# eating the bedding



## met648 (Apr 17, 2010)

I got new bedding for my hedgie.It used to have pine and i bought aspen this time and when i changed it for my hedgehog,she started eating pieces of it.She spit somt out but ate some.Why is she doing this and is it very bad ?


----------



## shaelikestaquitos (Feb 2, 2010)

Well most people here use fleece liners instead of bedding.

It's not good to use aspen anyway, and if your hedgie keeps eating it, then it can cause impaction and kill him, or he could choke on it and die.
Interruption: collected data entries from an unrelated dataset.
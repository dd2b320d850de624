package server

import (
	"net/http"

	"github.com/labstack/echo/v4"
)

// downloadsPage offers what may leave the house.
type downloadsPage struct {
	Frame
	Heading, Under, LabelsText string
	Labels                     bool // false where no label can be made
	Workbook                   []field
}

func (s *Server) downloadsShow(c echo.Context) error {
	sites, err := s.sitesOf(c)
	if err != nil {
		return err
	}
	k := s.ink()
	offered := []option{{Text: k.say("office.downloads.all_sites"), Chosen: true}}
	for _, site := range sites {
		offered = append(offered, option{Value: site.Code, Text: site.Name})
	}
	view := downloadsPage{
		Frame: s.frame(c, k.say("office.downloads.title"), "downloads"), Heading: k.say("office.downloads.heading"), Under: k.say("office.downloads.under"),
		Workbook: []field{
			{Name: "site", Label: k.say("office.downloads.site"), Options: offered},
			{Name: "from", Label: k.say("office.downloads.from"), Hint: k.say("office.downloads.open_hint"), Type: "date"},
			{Name: "to", Label: k.say("office.downloads.to"), Hint: k.say("office.downloads.open_hint"), Type: "date"},
		},
		LabelsText: k.say("office.downloads.labels_no_url"),
	}
	if s.store.URL() != "" {
		view.LabelsText, view.Labels = k.say("paper.labels.under"), true
	}
	return s.page(c, http.StatusOK, "downloads.html", view)
}

// workbookTake sends what the downloads page offers, within the reader's own scope.
func (s *Server) workbookTake(c echo.Context) error {
	return s.sendWorkbook(c, scope(c), person(c).ID)
}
Fleece liners are easier to clean and are much safer for your hedgie.
Plus, you can get them in all sorts of colors/patterns so they're prettier and more fun ^-^


----------



## PJM (May 7, 2010)

Maybe, since it's new, she's annointing with it?
Aspen is better than pine. But some hedgies are alergic to aspen. As Shae said, the most recommended type of bedding here is fleece or flannel. It's safe, easy, inexpensive, not as messy, soft & fun!
I hope she's not eating it! I don't know what to tell you if she is, other than to get rid of it & use something else.

By the way, how did all the babies do? Lots of people ask advise & sometimes we never know how things worked out. It can be emotionally draining. I hope everything was OK.


----------